The 32-year-old participated in unequipped deadlift in the 48-52kg bodyweight category and lifted 80kg to finish second among 300 participants

Sayak Banerjee Calcutta Published 29.03.22, 12:46 AM
Aditi Nandy.

Aditi Nandy. Sourced by The Telegraph

Powerlifting isn’t too popular a sport in India. But there are some who wish to travel the uncommon path and leave a message across for aspiring sportspersons. Aditi Nandy is one such.

In her very first appearance at the National Powerlifting Championship held at the Din Dayal Indoor Stadium in Surat from March 16-20, the 32-year-old, representing Bengal, bagged silver. She participated in unequipped deadlift in the 48-52kg bodyweight category and lifted 80kg to finish second among 300 participants.


“We Bengal athletes don’t get much opportunities in our state. For me, it was my first nationals and I was overwhelmed that I could qualify, which itself was a big thing. I did not have a coach then. I did it all by myself.

“I had also missed the state trial for the nationals. Thankfully, I had sent my video for the nationals and the authorities there forwarded it to the federation (Indian Powerlifting Federation registered under the ministry of youth and sports), which then agreed to my qualification,” Aditi, who resides in Behala, said.

Her ride so far, though, hasn’t been smooth. Her family wasn’t very supportive of a girl taking to powerlifting and Aditi’s aspirations could have taken a hit. But she did not lose focus.

“When I started powerlifting a year ago, I faced a lot of criticisms and bottlenecks. My family were scared about those clots that come with lifting heavy weights. Also, the myth people have about girls doing powerlifting or weightlifting is that they’ll grow muscles, which is absolutely wrong.
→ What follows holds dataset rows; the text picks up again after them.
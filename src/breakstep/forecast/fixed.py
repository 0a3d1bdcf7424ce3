"""Replay in a fixed order: every thread runs its tasks, and every link its messages, in the order of a schedule.

Nothing is decided while it plays, so it is one pass, and a longest path: shorter tasks, fewer edges, a
faster network never make it longer. Playing the order that a replay or a run had gives its makespan again.
Many variants are played side by side, in lanes: one walk over the graph, one number a lane.
"""

from __future__ import annotations

from collections.abc import Mapping, Sequence
from concurrent.futures import ThreadPoolExecutor
from dataclasses import dataclass, field

import numpy as np
from numpy.typing import NDArray

from breakstep.errors import ForecastError
from breakstep.forecast.graph import ALL_KINDS, Int8s, Int32s, Int64s, Number, ReplayGraph
from breakstep.forecast.model import MachineModel
from breakstep.forecast.results import Counts, Replay, replay_of
from breakstep.profile.compiling import compiled_loop

LANES = 8  # a row of eight int64 is one cache line; wider rows gained nothing here
_FAR = np.int64(1) << 62


@dataclass(frozen=True)
class Schedule:
    """Who ran what, in which order.

    Parameters
    ----------
    slot : ndarray of int32, shape (tasks,)
        Thread of each step, ``worker * threads + thread``; -1 for control nodes.
    order : ndarray of int32, shape (tasks,)
        Tasks by finish: every task after its inputs and after its predecessor on its thread.
    """

    slot: Int32s
    order: Int32s

    @classmethod
    def of(cls, replay: Replay) -> Schedule:
        """The schedule that a replay found."""
        return cls(replay.slot, replay.order)


@dataclass(frozen=True)
class Variant:
    """One what-if at a fixed order.

    Parameters
    ----------
    machine : MachineModel
        As many workers and threads as the schedule has; all else is free.
    kinds : int
        Set of edge kinds that bind.
    factors : mapping of int to float
        What durations are multiplied by, for some of the names (positions in ``graph.names``).
    """

    machine: MachineModel
    kinds: int = ALL_KINDS
    factors: Mapping[int, float] = field(default_factory=dict)


def replay_fixed(graph: ReplayGraph, machine: MachineModel, schedule: Schedule, kinds: int = ALL_KINDS) -> Replay:
    """Play a graph in the order of a schedule.

    Raises
    ------
    ForecastError
        The schedule is not one of this graph on this machine.
    """
    _check(graph, machine, schedule, kinds)
    out = graph.outgoing
    counts = Counts.none(machine.workers)
    times = np.zeros(graph.tasks, dtype=np.int64), np.zeros(graph.tasks, dtype=np.int64)
    numbers = (machine.threads, machine.overhead_ns, machine.alpha_ns, machine.ps_per_byte, machine.tree_ns)
    _walk(
        graph.duration_ns,
        (out.first, out.consumer, out.edge_bytes, out.edge_kind),
        schedule.slot,
        schedule.order,
        np.int64(kinds),
        numbers,
        machine.contention,
        times,
        (counts.busy_ns, counts.started, counts.received_bytes, counts.messages),
    )
    order = np.lexsort((np.argsort(schedule.order), times[1])).astype(np.int32)
    return replay_of(graph, machine, times, schedule.slot, order, counts)


def fixed_makespans(graph: ReplayGraph, schedule: Schedule, variants: Sequence[Variant], jobs: int = 2) -> Int64s:
    """Makespan of each variant [ns], shape (variants,), on ``jobs`` threads of this process.

    Raises
    ------
    ForecastError
        The schedule is not one of this graph on one of the machines.
    """
    bound = 0
    for variant in variants:
        bound |= variant.kinds
    for machine in {variant.machine for variant in variants}:
        _check(graph, machine, schedule, bound)
        bound = 0  # edges need to be looked at once
    groups = [variants[at : at + LANES] for at in range(0, len(variants), LANES)]
    graph.outgoing  # noqa: B018  (made once, before the threads share it)
    with ThreadPoolExecutor(max(1, jobs)) as pool:
        found = list(pool.map(lambda group: _group(graph, schedule, group), groups))
    return np.concatenate([np.zeros(0, dtype=np.int64), *found])


def recorded_schedule(
    graph: ReplayGraph, slot: Int32s, start_ns: Int64s, finish_ns: Int64s, kinds: int = ALL_KINDS
) -> Schedule:
    """The order of a recorded run in which the edges of ``kinds`` bound.

    Clocks of workers agree only so well, so a task may seem to be done before its input. The order
    on each thread is then kept, and the tasks are sorted by the earliest times that it allows.

    Raises
    ------
    ForecastError
        The threads' orders and the edges contradict each other.
    """
    slot = np.asarray(slot, dtype=np.int32)
    order = np.lexsort((np.arange(graph.tasks), start_ns, finish_ns)).astype(np.int32)
    place = np.argsort(order)
    if not _misplaced(graph.first, graph.producer, graph.edge_kind, place, np.int64(kinds)):
        return Schedule(slot, order)
    by_thread = np.lexsort((np.arange(graph.tasks), finish_ns, start_ns, slot))
    by_thread = by_thread[slot[by_thread] >= 0]
    then = np.full(graph.tasks, -1, dtype=np.int64)
    same = slot[by_thread[:-1]] == slot[by_thread[1:]]
    then[by_thread[:-1][same]] = by_thread[1:][same]
    out = graph.outgoing
    sorted_tasks = _sorted(graph.first, graph.edge_kind, out.first, out.consumer, out.edge_kind, then, np.int64(kinds))
    if len(sorted_tasks) < graph.tasks:
        raise ForecastError(
            f"{graph.tasks - len(sorted_tasks)} of {graph.tasks} tasks of the recorded order would wait for each"
            " other: its threads ran them in an order that the edges forbid."
        )
    threads = int(slot.max(initial=0)) + 1
    earliest = replay_fixed(graph, MachineModel(threads), Schedule(slot, sorted_tasks), kinds)
    return Schedule(slot, earliest.order)


def _check(graph: ReplayGraph, machine: MachineModel, schedule: Schedule, kinds: int) -> None:
    fits = len(schedule.slot) == len(schedule.order) == graph.tasks
    if not fits or schedule.slot.max(initial=-1) >= machine.slots or np.any(schedule.slot[graph.on_worker] < 0):
        raise ForecastError(
            f"A schedule of {len(schedule.order)} tasks on threads up to {schedule.slot.max(initial=-1)} was given;"
            f" expected {graph.tasks} tasks on threads 0 to {machine.slots - 1}."
        )
    place = np.full(graph.tasks, -1, dtype=np.int64)
    place[schedule.order] = np.arange(graph.tasks)
    wrong = _misplaced(graph.first, graph.producer, graph.edge_kind, place, np.int64(kinds))
    if place.min(initial=0) < 0 or wrong:
        raise ForecastError(
            f"A schedule was given in which {wrong} of {graph.edges} edges point backwards; expected every task"
            " once, after its inputs. Play the schedule with the edge kinds that bound in it."
        )


def _group(graph: ReplayGraph, schedule: Schedule, variants: Sequence[Variant]) -> Int64s:
    """Makespans of up to LANES variants."""
    lanes = [variants[min(lane, len(variants) - 1)] for lane in range(LANES)]
    machines = [variant.machine for variant in lanes]
    kinds = np.array([variant.kinds for variant in lanes], dtype=np.int64)
    codes = np.arange(len(graph.edge_kinds))[:, np.newaxis]
    gate = np.where((kinds >> codes) & 1, 0, -_FAR)
    factor = np.ones((len(graph.names), LANES))
    for lane, variant in enumerate(lanes):
        for name, value in variant.factors.items():
            factor[name, lane] = value
    numbers = [
        (machine.overhead_ns, machine.alpha_ns, machine.ps_per_byte, machine.tree_ns, machine.contention)
        for machine in machines
    ]
    out = graph.outgoing
    makespans = np.zeros(LANES, dtype=np.int64)
    _walk_lanes(
        graph.duration_ns,
        graph.name,
        (out.first, out.consumer, out.edge_bytes, out.edge_kind),
        schedule.slot,
        schedule.order,
        machines[0].threads,
        machines[0].slots,
        np.array(numbers, dtype=np.int64).T.copy(),
        gate,
        factor,
        np.any(factor != 1, axis=1),
        makespans,
    )
    return makespans[: len(variants)]


@compiled_loop
def _misplaced(first: Int64s, producer: Int32s, edge_kind: Int8s, place: Int64s, kinds: Number) -> Number:
    """How many edges lead to a task that stands before its input."""
    wrong = 0
    for task in range(len(place)):
        for edge in range(first[task], first[task + 1]):
            if (kinds >> edge_kind[edge]) & 1 and place[producer[edge]] >= place[task]:
                wrong += 1
    return wrong


@compiled_loop
def _sorted(
    first: Int64s,
    in_kind: Int8s,
    out_first: Int64s,
    consumer: Int32s,
    out_kind: Int8s,
    then: Int64s,
    kinds: Number,
) -> Int32s:
    """Tasks in an order that edges and threads allow; fewer than all when they contradict each other."""
    tasks = len(then)
    missing = np.zeros(tasks, dtype=np.int64)
    for task in range(tasks):
        for edge in range(first[task], first[task + 1]):
            missing[task] += (kinds >> in_kind[edge]) & 1
    for task in range(tasks):
        if then[task] >= 0:
            missing[then[task]] += 1
    order = np.empty(tasks, dtype=np.int32)
    count = 0
    for task in range(tasks):
        if missing[task] == 0:
            order[count] = task
            count += 1
    taken = 0
    while taken < count:
        task = order[taken]
        taken += 1
        for edge in range(out_first[task], out_first[task + 1]):
            if not (kinds >> out_kind[edge]) & 1:
                continue
            missing[consumer[edge]] -= 1
            if missing[consumer[edge]] == 0:
                order[count] = consumer[edge]
                count += 1
        after = then[task]
        if after >= 0:
            missing[after] -= 1
            if missing[after] == 0:
                order[count] = after
                count += 1
    return order[:count]


@compiled_loop
def _walk(
    duration: Int64s,
    out: tuple[Int64s, Int32s, Int32s, Int8s],
    slot: Int32s,
    order: Int32s,
    kinds: Number,
    numbers: tuple[int, int, int, int, int],
    contention: bool,
    times: tuple[Int64s, Int64s],
    counts: tuple[Int64s, Int64s, Int64s, Int64s],
) -> None:
    """One pass in the schedule's order; ``start`` holds the latest arrival until its task's turn."""
    out_first, consumer, out_bytes, out_kind = out
    threads, overhead, alpha, beta, tree = numbers
    start, finish = times
    busy, started, received, messages = counts
    free = np.zeros(len(busy) * threads, dtype=np.int64)
    link = np.zeros(len(busy), dtype=np.int64)
    for place in range(len(order)):
        task = order[place]
        spot = slot[task]
        worker = spot // threads if spot >= 0 else -1
        if worker < 0:
            end = start[task] + tree + duration[task]
        else:
            start[task] = max(start[task], free[spot])
            end = start[task] + overhead + duration[task]
            free[spot] = end
            busy[worker] += duration[task]
            started[worker] += 1
        finish[task] = end
        for edge in range(out_first[task], out_first[task + 1]):
            if not (kinds >> out_kind[edge]) & 1:
                continue
            other = consumer[edge]
            arrival = end
            if worker >= 0 and slot[other] >= 0 and slot[other] // threads != worker:
                target = slot[other] // threads
                arrival += alpha
                if contention:
                    arrival = max(arrival, link[target]) + out_bytes[edge] * beta // 1000
                    link[target] = arrival
                else:
                    arrival += out_bytes[edge] * beta // 1000
                received[target] += out_bytes[edge]
                messages[target] += 1
            start[other] = max(start[other], arrival)


@compiled_loop
def _walk_lanes(
    duration: Int64s,
    name: Int32s,
    out: tuple[Int64s, Int32s, Int32s, Int8s],
    slot: Int32s,
    order: Int32s,
    threads: Number,
    slots: Number,
    numbers: Int64s,
    gate: Int64s,
    factor: NDArray[np.float64],
    scaled: NDArray[np.bool_],
    makespans: Int64s,
) -> None:
    """The same pass for eight variants; a closed gate is an arrival before all time."""
    out_first, consumer, out_bytes, out_kind = out
    overhead, alpha, beta, tree, contention = numbers[0], numbers[1], numbers[2], numbers[3], numbers[4]
    ready = np.zeros((len(order), LANES), dtype=np.int64)
    free = np.zeros((slots, LANES), dtype=np.int64)
    link = np.zeros((slots // threads, LANES), dtype=np.int64)
    end = np.zeros(LANES, dtype=np.int64)
    length = np.zeros(LANES, dtype=np.int64)
    for place in range(len(order)):
        task = order[place]
        spot = slot[task]
        for lane in range(LANES):
            length[lane] = duration[task]
        if scaled[name[task]]:
            for lane in range(LANES):
                length[lane] = np.int64(np.rint(duration[task] * factor[name[task], lane]))
        if spot < 0:
            worker = -1
            for lane in range(LANES):
                end[lane] = ready[task, lane] + tree[lane] + length[lane]
        else:
            worker = spot // threads
            for lane in range(LANES):
                end[lane] = max(ready[task, lane], free[spot, lane]) + overhead[lane] + length[lane]
                free[spot, lane] = end[lane]
        for edge in range(out_first[task], out_first[task + 1]):
            other = consumer[edge]
            kind = out_kind[edge]
            target = slot[other]
            if threads > 1 and target >= 0:
                target //= threads
            if worker < 0 or target < 0 or target == worker:
                for lane in range(LANES):
                    ready[other, lane] = max(ready[other, lane], end[lane] + gate[kind, lane])
                continue
            size = np.int64(out_bytes[edge])
            for lane in range(LANES):
                if gate[kind, lane] < 0:
                    continue
                arrival = end[lane] + alpha[lane]
                if contention[lane]:
                    arrival = max(arrival, link[target, lane]) + size * beta[lane] // 1000
                    link[target, lane] = arrival
                else:
                    arrival += size * beta[lane] // 1000
                ready[other, lane] = max(ready[other, lane], arrival)
    for spot in range(slots):
        for lane in range(LANES):
            makespans[lane] = max(makespans[lane], free[spot, lane])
Lifting weights only makes us stronger.

“Powerlifting may give you a lot of bruises and pain, but that’s a different kind of high when you get a medal and recognition,” Aditi continued.

A student of Indian Institute of Management (Calcutta), an assistant general manager (HR) in a public limited company as well as a certified Zumba instructor, Aditi wears quite a few hats. At present, though, she has only one goal: gold in the next powerlifting nationals this June/July, which would then boost her mindset massively going into next year’s world championship.

“There are three movements in powerlifting: squat, benchpress and deadlift. So in the next nationals, I would like to go for full power, which means three of them together. And after winning a national gold medal, I’ll then set sights on the world championship,” Aditi said.

“Powerlifting is my passion and now that I’ve entered the national arena, I would like to take it up further and add more glory to Bengal powerlifters,” she emphasised.